• Work item:
Search the data below for the string "mesh". Extract every line that contains it.

[Entries provided]

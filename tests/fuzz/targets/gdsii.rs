//! Records behind UNITS, in a library of 1 nm.
#![no_main]

use libfuzzer_sys::fuzz_target;
use shotwright::layout;

const HEAD: &[u8] = b"\x00\x06\x00\x02\x02\x58\x00\x14\x03\x05\
    \x3E\x41\x89\x37\x4B\xC6\xA7\xF0\x39\x44\xB8\x2F\xA0\x9B\x5A\x54";

fuzz_target!(|records: &[u8]| {
    if let Ok(layout) = layout::read(&[HEAD, records].concat(), "fuzz") {
        let _ = layout.summary();
    }
});
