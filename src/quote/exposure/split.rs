//! Places of one figure parted by the dose that they need.

use std::borrow::Cow;
use std::collections::BTreeMap;

use crate::expose::Density;
use crate::geom::{Orientation, Point, Rect, Repetition, Transform};
use crate::mask::Place;
use crate::shot::{Shot, ShotList};
use crate::units::{Dose, Nm};

use super::{Portion, middle};

/// Doses nearer than this share of each other are one: a thousandth moves an edge by a tenth of its margin.
const STEP: f64 = 1e-3;

/// Copies of figures larger than a cell that get a dose for each shot, in shots; what is beyond gets one for each copy.
const MOST_SHOTS: usize = 10_000_000;

/// Splits the places of one figure by dose.
pub(super) struct Splitter<'a, 'm> {
    dose: &'m Density,
    shots: &'a ShotList,
    place: Transform,
    /// Of the figure without displacement, mask axes.
    bounds: Rect,
    /// Copies that stand alone, by dose in steps.
    singles: BTreeMap<i64, Vec<(Point, f64)>>,
    portions: Vec<Portion<'a>>,
}

impl<'a, 'm> Splitter<'a, 'm> {
    /// Of a figure with these bounds in its own frame.
    pub(super) fn new(dose: &'m Density, shots: &'a ShotList, bounds: Rect, place: &Place) -> Self {
        Self {
            dose,
            shots,
            place: place.transform,
            bounds: place.transform.apply_rect(bounds),
            singles: BTreeMap::new(),
            portions: Vec::new(),
        }
    }

    /// The portions of a repetition.
    pub(super) fn parted(mut self, repetition: &Repetition) -> Vec<Portion<'a>> {
        self.split(repetition, Point::default());
        self.done()
    }

    fn split(&mut self, repetition: &Repetition, shift: Point) {
        let span = repetition.span();
        // A figure that is small against the mesh has one dose, that of its middle.
        let own = if self.is_large() {
            self.bounds
        } else {
            let middle = middle(self.bounds);
            Rect::new(middle, middle)
        };
        let window = Rect {
            min: own.min + shift + span.min,
            max: own.max + shift + span.max,
        };
        let even = self.dose.even_in(window, STEP);
        if let Some(dose) = even.filter(|_| *repetition != Repetition::Once) {
            return self.push(repetition.clone(), shift, Dose(dose));
        }
        match repetition {
            Repetition::Once => self.single(shift, even.is_none()),
            Repetition::List(list) => {
                for by in list {
                    self.split(&Repetition::Once, shift + *by);
                }
            }
            &Repetition::Lattice { a, b, .. } => {
                let along = [a, b].map(|step| self.change_along(repetition, step, shift));
                for (half, by) in halves(repetition, along) {
                    self.split(&half, shift + by);
                }
            }
            Repetition::Nested(parts) => {
                let Some((outermost, inner)) = parts.split_last() else {
                    return self.split(&Repetition::Once, shift);
                };
                let parts: Vec<(Repetition, Point)> = match outermost {
                    &Repetition::Lattice { a, b, .. } => {
                        let along = [a, b].map(|step| self.change_along(outermost, step, shift));
                        halves(outermost, along)
                    }
                    _ => {
                        let each = outermost.displacements();
                        each.map(|by| (Repetition::Once, by)).collect()
                    }
                };
                for (part, by) in parts {
                    let mut all = inner.to_vec();
                    all.push(part);
                    self.split(&Repetition::nested(all), shift + by);
                }
            }
        }
    }

    /// How much the dose changes along one side of an array, through its middle.
    fn change_along(&self, array: &Repetition, step: Point, shift: Point) -> f64 {
        let &Repetition::Lattice {
            columns,
            rows,
            a,
            b,
        } = array
        else {
            return 0.0;
        };
        let last = |n: u64| i64::try_from(n - 1).unwrap_or(i64::MAX);
        let times = |p: Point, n: i64| Point::new(p.x.saturating_mul(n), p.y.saturating_mul(n));
        let (n, other) = if step == a {
            (last(columns), times(b, last(rows) / 2))
        } else {
            (last(rows), times(a, last(columns) / 2))
        };
        let at = |k: i64| {
            let by = shift + other + times(step, k);
            self.dose.at_point(middle(self.bounds.translated(by)))
        };
        let ends = [at(0), at(n / 2), at(n)];
        let [low, high] = ends
            .iter()
            .fold([f64::INFINITY, f64::NEG_INFINITY], |[l, h], d| {
                [l.min(*d), h.max(*d)]
            });
        high - low
    }

    fn is_large(&self) -> bool {
        let longest = self.bounds.width().max(self.bounds.height());
        Nm::from_pm(longest).0 > self.dose.mesh().0
    }

    /// One copy; if the dose changes over a large one, each of its shots gets its own.
    fn single(&mut self, shift: Point, changes: bool) {
        let many = (self.portions.len() + 1) * self.shots.len() > MOST_SHOTS;
        if !(changes && self.is_large()) || self.shots.is_empty() || many {
            let dose = self.dose.at_point(middle(self.bounds.translated(shift)));
            #[allow(
                clippy::cast_possible_truncation,
                reason = "a float to integer cast saturates"
            )]
            let step = (dose.ln() / STEP).round() as i64;
            return self.singles.entry(step).or_default().push((shift, dose));
        }
        let transform = self.moved(shift);
        let mut sum = 0.0;
        let corrected = |shot: &Shot| {
            let at = middle(transform.apply_rect(self.shots.rect(shot)));
            let dose = self.dose.at_point(at);
            sum += dose;
            Shot {
                dose: shot.dose * dose,
                ..*shot
            }
        };
        let shots: Vec<Shot> = self.shots.shots().iter().map(corrected).collect();
        let mean = Dose(sum / shots.len() as f64);
        self.portions.push(Portion {
            shots: Cow::Owned(ShotList::new(self.shots.address(), shots)),
            transform,
            repetition: Cow::Owned(Repetition::Once),
            dose: Dose(1.0),
            mean,
        });
    }

    fn moved(&self, shift: Point) -> Transform {
        self.place.then(Transform {
            orientation: Orientation::IDENTITY,
            shift,
        })
    }

    fn push(&mut self, repetition: Repetition, shift: Point, dose: Dose) {
        self.portions.push(Portion {
            shots: Cow::Borrowed(self.shots),
            transform: self.moved(shift),
            repetition: Cow::Owned(repetition),
            dose,
            mean: dose,
        });
    }

    /// All portions; single copies of like dose together, at their mean dose.
    fn done(mut self) -> Vec<Portion<'a>> {
        for (_, copies) in std::mem::take(&mut self.singles) {
            let mean = copies.iter().map(|(_, dose)| dose).sum::<f64>() / copies.len() as f64;
            let first = copies[0].0;
            let repetition = match copies.len() {
                1 => Repetition::Once,
                _ => Repetition::List(copies.iter().map(|(shift, _)| *shift - first).collect()),
            };
            self.push(repetition, first, Dose(mean));
        }
        self.portions
    }
}

/// An array cut in two across the side along which the dose changes more, of equal ones the longer; a single copy is no array.
fn halves(repetition: &Repetition, change: [f64; 2]) -> Vec<(Repetition, Point)> {
    let &Repetition::Lattice {
        columns,
        rows,
        a,
        b,
    } = repetition
    else {
        return vec![(repetition.clone(), Point::default())];
    };
    let part = |columns: u64, rows: u64| {
        if columns * rows == 1 {
            Repetition::Once
        } else {
            Repetition::Lattice {
                columns,
                rows,
                a,
                b,
            }
        }
    };
    let times = |p: Point, n: u64| {
        let n = i64::try_from(n).unwrap_or(i64::MAX);
        Point::new(p.x.saturating_mul(n), p.y.saturating_mul(n))
    };
    let first = change[0] > change[1] || (change[0] == change[1] && columns >= rows);
    if columns > 1 && (first || rows == 1) {
        let left = columns / 2;
        vec![
            (part(left, rows), Point::default()),
            (part(columns - left, rows), times(a, left)),
        ]
    } else if rows > 1 {
        let low = rows / 2;
        vec![
            (part(columns, low), Point::default()),
            (part(columns, rows - low), times(b, low)),
        ]
    } else {
        vec![(Repetition::Once, Point::default())]
    }
}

[/Entries provided]

• Answer to this task:
        // A figure that is small against the mesh has one dose, that of its middle.
        Nm::from_pm(longest).0 > self.dose.mesh().0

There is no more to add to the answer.